• Your task: Would you output the entries below only from the line containing "if (!parse_bind(options.bind, host, port, loopback, error))" through the line containing "that no text in", exactly as they stand and with both ends included?

• Material for the task:
__________________________________________________

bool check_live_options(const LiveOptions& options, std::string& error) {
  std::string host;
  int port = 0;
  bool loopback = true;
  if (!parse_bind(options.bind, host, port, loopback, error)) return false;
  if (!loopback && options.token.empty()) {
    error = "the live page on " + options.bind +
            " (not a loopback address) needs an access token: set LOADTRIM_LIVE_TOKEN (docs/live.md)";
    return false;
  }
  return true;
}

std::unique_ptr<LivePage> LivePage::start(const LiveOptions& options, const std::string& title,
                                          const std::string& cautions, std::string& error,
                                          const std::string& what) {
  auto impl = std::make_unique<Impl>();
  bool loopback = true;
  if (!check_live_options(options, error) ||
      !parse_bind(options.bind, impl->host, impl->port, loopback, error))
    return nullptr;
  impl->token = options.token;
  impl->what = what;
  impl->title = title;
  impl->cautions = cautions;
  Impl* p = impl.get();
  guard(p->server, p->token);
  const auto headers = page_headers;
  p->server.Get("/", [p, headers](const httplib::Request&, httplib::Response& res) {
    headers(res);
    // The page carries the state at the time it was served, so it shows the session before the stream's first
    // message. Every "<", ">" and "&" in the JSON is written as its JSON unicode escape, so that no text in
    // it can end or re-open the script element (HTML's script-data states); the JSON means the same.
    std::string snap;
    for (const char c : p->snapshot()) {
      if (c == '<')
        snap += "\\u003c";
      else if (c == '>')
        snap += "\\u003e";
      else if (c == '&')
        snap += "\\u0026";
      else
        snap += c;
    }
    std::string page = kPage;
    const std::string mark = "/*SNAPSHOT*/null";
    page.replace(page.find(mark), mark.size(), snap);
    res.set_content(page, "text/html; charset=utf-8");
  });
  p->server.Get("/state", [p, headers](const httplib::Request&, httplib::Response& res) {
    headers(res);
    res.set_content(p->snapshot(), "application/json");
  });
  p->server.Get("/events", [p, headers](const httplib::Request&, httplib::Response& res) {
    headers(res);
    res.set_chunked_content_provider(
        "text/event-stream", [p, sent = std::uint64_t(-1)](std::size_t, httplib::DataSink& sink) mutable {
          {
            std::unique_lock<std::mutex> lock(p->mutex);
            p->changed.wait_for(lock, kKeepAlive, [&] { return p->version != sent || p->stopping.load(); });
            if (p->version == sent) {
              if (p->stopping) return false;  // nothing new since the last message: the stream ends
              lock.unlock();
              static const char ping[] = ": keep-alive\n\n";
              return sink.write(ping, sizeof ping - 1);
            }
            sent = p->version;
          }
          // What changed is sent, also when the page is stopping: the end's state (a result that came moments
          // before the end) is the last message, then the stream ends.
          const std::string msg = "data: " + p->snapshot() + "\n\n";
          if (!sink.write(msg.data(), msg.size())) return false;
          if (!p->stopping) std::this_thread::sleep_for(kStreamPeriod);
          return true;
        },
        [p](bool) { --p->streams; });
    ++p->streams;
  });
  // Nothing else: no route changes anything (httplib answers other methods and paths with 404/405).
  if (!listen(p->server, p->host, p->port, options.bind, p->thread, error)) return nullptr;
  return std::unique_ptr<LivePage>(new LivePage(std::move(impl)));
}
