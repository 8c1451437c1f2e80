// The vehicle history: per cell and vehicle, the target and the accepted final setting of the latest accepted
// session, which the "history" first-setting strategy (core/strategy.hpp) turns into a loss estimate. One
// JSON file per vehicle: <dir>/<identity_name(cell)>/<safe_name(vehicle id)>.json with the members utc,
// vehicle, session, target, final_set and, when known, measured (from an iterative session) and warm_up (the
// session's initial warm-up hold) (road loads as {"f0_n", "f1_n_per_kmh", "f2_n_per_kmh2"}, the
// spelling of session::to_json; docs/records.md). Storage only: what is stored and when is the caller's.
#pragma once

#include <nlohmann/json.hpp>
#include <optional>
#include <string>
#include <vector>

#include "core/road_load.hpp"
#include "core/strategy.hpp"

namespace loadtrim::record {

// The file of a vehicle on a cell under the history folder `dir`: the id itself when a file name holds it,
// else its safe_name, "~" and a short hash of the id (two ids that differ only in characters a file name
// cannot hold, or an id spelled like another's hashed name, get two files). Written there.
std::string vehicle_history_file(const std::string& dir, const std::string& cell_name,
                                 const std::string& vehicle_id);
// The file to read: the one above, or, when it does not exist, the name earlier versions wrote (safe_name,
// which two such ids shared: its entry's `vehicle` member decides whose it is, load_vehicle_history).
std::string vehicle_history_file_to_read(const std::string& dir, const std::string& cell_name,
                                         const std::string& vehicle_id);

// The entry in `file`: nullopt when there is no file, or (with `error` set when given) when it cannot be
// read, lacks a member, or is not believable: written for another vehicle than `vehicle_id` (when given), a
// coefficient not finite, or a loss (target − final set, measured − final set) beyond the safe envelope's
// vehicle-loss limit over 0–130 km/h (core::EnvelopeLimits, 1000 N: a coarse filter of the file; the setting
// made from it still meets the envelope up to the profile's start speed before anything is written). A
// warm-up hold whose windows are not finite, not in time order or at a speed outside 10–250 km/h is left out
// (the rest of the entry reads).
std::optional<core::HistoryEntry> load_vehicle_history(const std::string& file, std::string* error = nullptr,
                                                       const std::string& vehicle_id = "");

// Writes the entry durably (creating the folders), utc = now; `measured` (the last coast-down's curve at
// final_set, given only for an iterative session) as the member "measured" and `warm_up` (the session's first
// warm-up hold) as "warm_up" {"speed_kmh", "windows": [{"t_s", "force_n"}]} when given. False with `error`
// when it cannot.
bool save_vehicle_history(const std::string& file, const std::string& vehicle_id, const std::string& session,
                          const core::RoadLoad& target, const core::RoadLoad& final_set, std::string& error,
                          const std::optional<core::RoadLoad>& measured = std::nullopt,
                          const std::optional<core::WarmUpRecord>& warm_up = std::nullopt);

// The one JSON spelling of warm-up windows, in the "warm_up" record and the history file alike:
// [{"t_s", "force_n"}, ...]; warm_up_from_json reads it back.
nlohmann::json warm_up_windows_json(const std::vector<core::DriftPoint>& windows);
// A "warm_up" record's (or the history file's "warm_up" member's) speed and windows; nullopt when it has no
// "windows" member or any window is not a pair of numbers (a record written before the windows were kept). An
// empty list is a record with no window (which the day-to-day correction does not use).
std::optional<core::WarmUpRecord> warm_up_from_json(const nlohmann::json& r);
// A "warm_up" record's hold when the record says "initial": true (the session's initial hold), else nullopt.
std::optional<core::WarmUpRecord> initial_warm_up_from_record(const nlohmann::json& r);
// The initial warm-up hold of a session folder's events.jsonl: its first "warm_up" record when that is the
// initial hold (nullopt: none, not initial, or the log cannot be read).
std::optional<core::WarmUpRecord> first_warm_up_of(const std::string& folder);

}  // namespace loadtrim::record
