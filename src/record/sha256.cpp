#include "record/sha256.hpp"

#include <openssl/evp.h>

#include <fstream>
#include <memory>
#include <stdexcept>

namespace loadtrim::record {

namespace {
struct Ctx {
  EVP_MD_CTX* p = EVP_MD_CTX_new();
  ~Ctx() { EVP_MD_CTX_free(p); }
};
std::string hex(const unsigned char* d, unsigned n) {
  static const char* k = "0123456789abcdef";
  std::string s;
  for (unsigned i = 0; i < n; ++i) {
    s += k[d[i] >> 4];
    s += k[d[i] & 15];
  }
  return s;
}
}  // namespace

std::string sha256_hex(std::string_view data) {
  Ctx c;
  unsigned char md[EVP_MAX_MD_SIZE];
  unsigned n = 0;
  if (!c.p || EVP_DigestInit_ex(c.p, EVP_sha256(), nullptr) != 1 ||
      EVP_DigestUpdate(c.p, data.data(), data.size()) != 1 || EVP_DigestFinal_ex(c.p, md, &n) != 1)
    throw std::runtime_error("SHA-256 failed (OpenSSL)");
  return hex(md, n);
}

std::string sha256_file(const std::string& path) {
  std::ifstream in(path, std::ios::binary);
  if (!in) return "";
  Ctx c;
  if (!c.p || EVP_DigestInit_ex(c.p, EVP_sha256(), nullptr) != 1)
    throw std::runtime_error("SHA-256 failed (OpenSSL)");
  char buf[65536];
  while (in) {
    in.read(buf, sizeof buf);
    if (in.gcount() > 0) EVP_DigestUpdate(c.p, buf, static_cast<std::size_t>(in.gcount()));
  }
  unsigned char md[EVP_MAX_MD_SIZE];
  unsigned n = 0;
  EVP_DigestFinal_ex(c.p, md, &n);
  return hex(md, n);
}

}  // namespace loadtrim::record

__________________________________________________

• Solution to the problem:
  if (!parse_bind(options.bind, host, port, loopback, error)) return false;
  if (!loopback && options.token.empty()) {
    error = "the live page on " + options.bind +
            " (not a loopback address) needs an access token: set LOADTRIM_LIVE_TOKEN (docs/live.md)";
    return false;
  }
  return true;
}

std::unique_ptr<LivePage> LivePage::start(const LiveOptions& options, const std::string& title,
                                          const std::string& cautions, std::string& error,
                                          const std::string& what) {
  auto impl = std::make_unique<Impl>();
  bool loopback = true;
  if (!check_live_options(options, error) ||
      !parse_bind(options.bind, impl->host, impl->port, loopback, error))
    return nullptr;
  impl->token = options.token;
  impl->what = what;
  impl->title = title;
  impl->cautions = cautions;
  Impl* p = impl.get();
  guard(p->server, p->token);
  const auto headers = page_headers;
  p->server.Get("/", [p, headers](const httplib::Request&, httplib::Response& res) {
    headers(res);
    // The page carries the state at the time it was served, so it shows the session before the stream's first
    // message. Every "<", ">" and "&" in the JSON is written as its JSON unicode escape, so that no text in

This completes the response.